Several large unions, including AFT, AAUP, NEA, Starbucks Workers United and UE, are mobilizing. Dozens of local labor bodies and union groups, including the North Carolina AFL-CIO, the Milwaukee Labor Council and UFCW Local 3000, have also signed on.
A PayDay Report map published March 28 listed a growing number of unions and labor groups backing the May Day call, including teachers, postal workers, labor councils, service workers, Teamsters, auto workers and campus unions across the country.
Among those signed on are: AFT New Mexico; APWU 132; Austin Central Labor Council; New Mexico Central Labor Council CGSU UE Local 300; Chicago Teachers Union; CWA Local 7799; Iowa Migrant Movement for Justice; Yellowstone Central Labor Council; AFSCME 2962; Illinois Federation of Teachers; Gilroy Teachers Association; LIUNA Local 3; MA Teachers Association; Mississippi Immigrants Rights Association; North Carolina AFL-CIO; NHFT 933; North Texas Area Labor Federation; Pittsburgh Labor Council for Latin American Advancement; Rio Grande Valley Central Labor Council, AFL-CIO; SEIU United Service Workers; Seven Mountains AFL-CIO; Teamsters Local 492; Thurston-Lewis-Mason Central Labor Council; UAW 862; UFCW Local 3000; UNITE HERE Local 25; United Campus Workers of Georgia CWA Local 3821; United University Professions – SUNY Oneonta Chapter; Vermont State Educators Association; Washington Education Association; Western Massachusetts Area Labor Federation; CWA Local 7250; OPIEU Local 12; LA Federation of Labor.
“May Day Strong is something that we are saying as a clarion call to all of our brethren, our union siblings across the nation,” says Marcia Howard, the African-American president of the Minneapolis Federation of Educators.
Members of IBU Local 802 and West Coast dockworkers in the ILWU already observe May Day as a union holiday.

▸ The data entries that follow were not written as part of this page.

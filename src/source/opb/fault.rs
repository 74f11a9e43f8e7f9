//! What can be wrong with an OPB file.

use std::ops::Range;

use thiserror::Error;

use super::MAX_VARS;
use crate::diag::{Code, Diagnostic};
use crate::span::{FileId, Span};

/// A mistake or a warning with its place.
#[derive(Clone, PartialEq, Eq, Debug)]
pub(super) struct Fault {
    pub(super) at: Range<usize>,
    pub(super) kind: Kind,
}

#[derive(Clone, PartialEq, Eq, Debug, Error)]
pub(super) enum Kind {
    #[error("'{0}' does not belong here")]
    Unexpected(String, &'static str),
    #[error("the file ends inside a statement")]
    Unclosed(&'static str),
    #[error("the number is too large")]
    TooLarge,
    #[error("the variable is out of range")]
    OutOfRange { announced: u64 },
    #[error("there are too many variables")]
    TooManyVars,
    #[error("the values of this sum reach beyond 64 bits")]
    WideSum,
    #[error("an objective must come before the constraints, and only once")]
    LateObjective,
    #[error("the first comment does not announce variables and constraints as numbers")]
    Header,
    #[error("the file has no line that announces its variables and constraints")]
    NoHeader,
    #[error("the file announces {announced} {what}, and has {found}")]
    Announced { what: &'static str, announced: u64, found: u64 },
    #[error("{0} is no part of the competition's text")]
    Dialect(&'static str),
}

impl Fault {
    pub(super) fn diagnostic(self, file: FileId, warning: bool) -> Diagnostic {
        let new = |code| match warning {
            true => Diagnostic::warning(Code(code), self.kind.to_string()),
            false => Diagnostic::error(Code(code), self.kind.to_string()),
        };
        let diagnostic = match &self.kind {
            Kind::Unexpected(found, expected) => new("O001").found(format!("'{found}'")).expected(*expected),
            Kind::Unclosed(expected) => new("O002")
                .found("the end of the file")
                .expected(*expected)
                .help("the file was probably cut short; if it is whole, add the ';'"),
            Kind::TooLarge => new("O003")
                .expected("an integer of size 10^29 at most")
                .help("divide the constraint by a common factor if it has one"),
            Kind::OutOfRange { announced } => new("O004").expected(format!("a variable from x1 to x{announced}")),
            Kind::TooManyVars => new("O005").expected(format!("at most {MAX_VARS} variables")),
            Kind::WideSum => new("O006").expected("integers whose sizes add up to less than 2^63"),
            Kind::LateObjective => new("O007").expected("one objective at most, as the first statement"),
            Kind::Header => new("O008").expected("'* #variable= V #constraint= C'"),
            Kind::NoHeader => new("O009")
                .expected("'* #variable= V #constraint= C' as the first line")
                .help("the variables up to the largest one used are taken"),
            Kind::Announced { found, .. } => new("O010")
                .found(found.to_string())
                .help("the statements of the file count; if some are missing, it was cut short"),
            Kind::Dialect(_) => new("O011").expected("'>=', '=' and 'min:'"),
        };
        diagnostic.at(Span::new(file, self.at.start, self.at.end), "")
    }
}
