impl<'c> Reader<'c> {
    fn search(&mut self, tail: usize) -> Result<Vec<Loop>, String> {
        let segments = self.segments(tail)?;
        let mut loops = Vec::new();
        for segment in segments {
            let steps = self.steps(segment.gates)?;
            loops.push(Loop { steps, repeat: segment.repeat });
        }
        Ok(loops)
    }

    /// Prepares, and gives what comes after.
    fn segments(&mut self, tail: usize) -> Result<Vec<Segment<'c>>, String> {
        let gates = &self.circuit.gates()[..tail];
        let blocks = self.circuit.blocks();
        let cut =
            |range: &std::ops::Range<u32>| &gates[(range.start as usize).min(tail)..(range.end as usize).min(tail)];
        let mut segments: Vec<Segment<'c>> = blocks
            .iter()
            .map(|block| Segment { gates: cut(&block.gates), repeat: block.repeat })
            .filter(|segment| !segment.gates.is_empty() && segment.repeat > 0)
            .collect();
        if segments.is_empty() {
            return Ok(segments);
        }
        if segments.len() > 1 && segments[0].repeat == 1 {
            let first = segments.remove(0);
            self.prepare(first.gates)?;
        } else if segments[0].repeat == 1 {
            let length = self.preparation(segments[0].gates);
            self.prepare(&segments[0].gates[..length])?;
            segments[0].gates = &segments[0].gates[length..];
            segments.retain(|segment| !segment.gates.is_empty());
        }
        Ok(segments)
    }

    /// How many gates prepare, in a file without loops.
    fn preparation(&self, gates: &[Gate]) -> usize {
        let locals: Vec<(usize, Local)> =
            gates.iter().enumerate().filter_map(|(at, gate)| Some((at, self.local(gate)?))).collect();
        let trailing = gates.iter().rev().take_while(|gate| self.local(gate).is_some()).count();
        let last = |length: usize| locals[locals.len() - length..].iter().map(|(_, gate)| gate);
        let first = |length: usize| locals[..length].iter().map(|(_, gate)| gate);
        let length = (1..=trailing.min(locals.len())).rev().find(|&length| first(length).eq(last(length)));
        let after = length.map_or(0, |length| locals[length - 1].0 + 1);
        // What sets up a qubit that is neither searched nor an ancilla belongs to it: the mark of a bit oracle.
        let work = self.circuit.register(WORK);
        let sets_up = |gate: &&Gate| {
            !self.touches_search(gate)
                && gate.control_count() == 0
                && (gate.op() == Op::Reset || !work.contains(&gate.target()))
                && matches!(gate.op(), Op::Reset | Op::X | Op::H)
        };
        after + gates[after..].iter().take_while(sets_up).count()
    }

    fn touches_search(&self, gate: &Gate) -> bool {
        self.place[gate.target()].is_some()
            || self.circuit.controls(gate).iter().any(|control| self.place[control.qubit()].is_some())
    }

    fn touches_rest(&self, gate: &Gate) -> bool {
        self.place[gate.target()].is_none()
            || self.circuit.controls(gate).iter().any(|control| self.place[control.qubit()].is_none())
    }

    /// A unitary gate on the search register alone.
    fn local(&self, gate: &Gate) -> Option<Local> {
        if gate.condition().is_some() || !gate.op().is_unitary() || self.touches_rest(gate) {
            return None;
        }
        let control = |c: &crate::circuit::Control| Some((self.place[c.qubit()]?, !c.is_negated()));
        Some(Local {
            op: gate.op(),
            angle: self.circuit.angle(gate).unwrap_or(0.0),
            controls: self.circuit.controls(gate).iter().map(control).collect::<Option<_>>()?,
            target: self.place[gate.target()]?,
        })
    }

    fn prepare(&mut self, gates: &[Gate]) -> Result<(), String> {
        for gate in gates {
            if gate.condition().is_some() || gate.op() == Op::Measure {
                return Err("the preparation measures".to_owned());
            }
            if gate.op() == Op::Reset {
                self.reset(gate.target())?;
            } else if let Some(local) = self.local(gate) {
                if !local.is_real() {
                    return Err("the start state is not real".to_owned());
                }
                self.start.apply(&local);
            } else if self.touches_search(gate) {
                return Err("the preparation entangles the search register with other qubits".to_owned());
            } else {
                self.rest.apply(self.circuit, gate);
                self.outside.push_copy(self.circuit, gate);
            }
        }
        Ok(())
    }

    fn reset(&mut self, qubit: QubitId) -> Result<(), String> {
        let refused = || Err("a qubit in superposition is reset".to_owned());
        if let Some(at) = self.place[qubit] {
            return match &mut self.start {
                Vector::Product(qubits) if qubits[at][1] == 0.0 => Ok(()),
                Vector::Product(qubits) if qubits[at][0] == 0.0 => {
                    qubits[at] = [1.0, 0.0];
                    Ok(())
                }
                _ => refused(),
            };
        }
        match self.rest.chance(qubit) {
            chance if chance < 1e-12 => Ok(()),
            chance if chance > 1.0 - 1e-12 => {
                self.rest.flip(qubit);
                self.outside.push(Op::X, &[], qubit);
                Ok(())
            }
            _ => refused(),
        }
    }

    /// Diagonals and reflections, in turn.
    fn steps(&mut self, gates: &'c [Gate]) -> Result<Vec<Step>, String> {
        let mut steps = Vec::new();
        let mut at = 0;
        while at < gates.len() {
            let (end, planes) = self.diagonal(gates, at)?;
            let turns = planes.into_iter().map(|plane| self.turn(plane)).collect::<Result<_, _>>()?;
            let (end, reflection) = self.reflection(gates, end)?;
            steps.push(Step { turns, reflection });
            at = end;
        }
        Ok(steps)
    }

    fn turn(&mut self, plane: Plane) -> Result<(usize, Complex), String> {
        let known = self.sets.iter().position(|set| *set == plane.set);
        let at = known.unwrap_or_else(|| {
            self.sets.push(plane.set);
            self.sets.len() - 1
        });
        if at >= MOST_PLANES { Err("there are too many marked sets".to_owned()) } else { Ok((at, plane.factor)) }
    }

    /// Where the run of gates from `at` ends that mix no value of the search register.
    fn run_end(&self, gates: &[Gate], at: usize) -> usize {
        let mixes = |gate: &Gate| {
            self.place[gate.target()].is_some() && matches!(gate.op(), Op::H | Op::Ry | Op::Reset | Op::Measure)
        };
        gates[at..].iter().position(mixes).map_or(gates.len(), |len| at + len)
    }

    /// The longest diagonal from `at` on whose end leaves only gates on the search register before the next mixing one.
    fn diagonal(&self, gates: &'c [Gate], at: usize) -> Result<(usize, Vec<Plane>), String> {
        let mut end = self.run_end(gates, at);
        loop {
            if end == at {
                return Err("where an oracle should be, no run of gates is diagonal".to_owned());
            }
            match self.planes(&gates[at..end]) {
                Ok(planes) => return Ok((end, planes)),
                Err(NotDiagonal::Moves) if self.local(&gates[end - 1]).is_some() => end -= 1,
                Err(NotDiagonal::Moves) => {
                    return Err("a run of gates moves values or leaves qubits changed".to_owned());
                }
                Err(NotDiagonal::Earlier) => {
                    return Err("a gate depends on what an oracle before it measured".to_owned());
                }
                Err(NotDiagonal::Tells) => return Err("a measurement tells of the value of the register".to_owned()),
                Err(NotDiagonal::Phases) => return Err("there are too many different phases".to_owned()),
                Err(NotDiagonal::Values) => {
                    return Err("the sums over paths of an oracle do not close, and its values are too many".to_owned());
                }
                Err(NotDiagonal::Spent) => return Err(SPENT.to_owned()),
            }
        }
    }

    fn planes(&self, gates: &[Gate]) -> Result<Vec<Plane>, NotDiagonal> {
        let (circuit, search) = (self.circuit, self.search);
        let (rest, outside) = (&self.rest, &self.outside);
        Run { circuit, search, gates, rest, outside, threads: self.threads, seed: self.seed }.planes(self.budget)
    }

    /// The reflection from `at` on: where it ends, and its factor.
    fn reflection(&mut self, gates: &'c [Gate], at: usize) -> Result<(usize, Complex), String> {
        let mut before: Vec<Local> = Vec::new();
        let mut centre = at;
        while centre < gates.len() {
            let begins = centre == at || matches!(gates[centre - 1].op(), Op::H | Op::Ry);
            let end = self.run_end(gates, centre);
            let axis = self.axis.clone();
            if begins
                && end > centre
                && let Some(found) = self.reflect(gates, &before, centre..end)?
            {
                // A part of the preparation may look like a reflection by itself: then no oracle comes after it.
                if found.0 == gates.len() || self.diagonal(gates, found.0).is_ok() {
                    return Ok(found);
                }
                self.axis = axis;
            }
            let Some(local) = self.local(&gates[centre]) else { break };
            before.push(local);
            centre += 1;
        }
        Err("after an oracle there is no reflection".to_owned())
    }

    fn reflect(
        &mut self,
        gates: &'c [Gate],
        before: &[Local],
        centre: std::ops::Range<usize>,
    ) -> Result<Option<(usize, Complex)>, String> {
        let mut end = centre.end;
        let planes = loop {
            match self.planes(&gates[centre.start..end]) {
                Ok(planes) => break planes,
                Err(NotDiagonal::Spent) => return Err(SPENT.to_owned()),
                Err(NotDiagonal::Moves) if end > centre.start + 1 && self.local(&gates[end - 1]).is_some() => end -= 1,
                Err(_) => return Ok(None),
            }
        };
        let Some((value, factor)) = self.single(&planes) else { return Ok(None) };
        let window = gates.get(end..end + before.len()).unwrap_or(&[]);
        let Some(after) = window.iter().map(|gate| self.local(gate)).collect::<Option<Vec<_>>>() else {
            return Ok(None);
        };
        if after.len() != before.len() || !cancels(before, &after) || !after.iter().all(Local::is_real) {
            return Ok(None);
        }
        let end = end + after.len();
        match &self.axis {
            Some(axis) if *axis != (value, after.clone()) => Err("the reflections have different axes".to_owned()),
            _ => {
                self.axis = Some((value, after));
                Ok(Some((end, factor)))
            }
        }
    }

    /// The only value with a factor of its own, and the factor.
    fn single(&self, planes: &[Plane]) -> Option<(usize, Complex)> {
        let [plane] = planes else { return None };
        let ones: u64 = plane.set.iter().map(|word| u64::from(word.count_ones())).sum();
        let all = 1u64 << self.search.len();
        let find =
            |wanted: bool| (0..all as usize).find(|&value| (plane.set[value / 64] >> (value % 64) & 1 == 1) == wanted);
        match ones {
            1 => find(true).map(|value| (value, plane.factor)),
            // All the others have it: the same up to a global phase.
            ones if ones == all - 1 => find(false).map(|value| (value, plane.factor.conj())),
            _ => None,
        }
    }
}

On the West Coast, the holiday was written into the contract after job actions against apartheid and police brutality.
Even where strikes are illegal, many union members are bound by contract language honoring picket lines. A community protest can form such a picket line.
May Day 2026 is shaping up as the most significant labor action in years.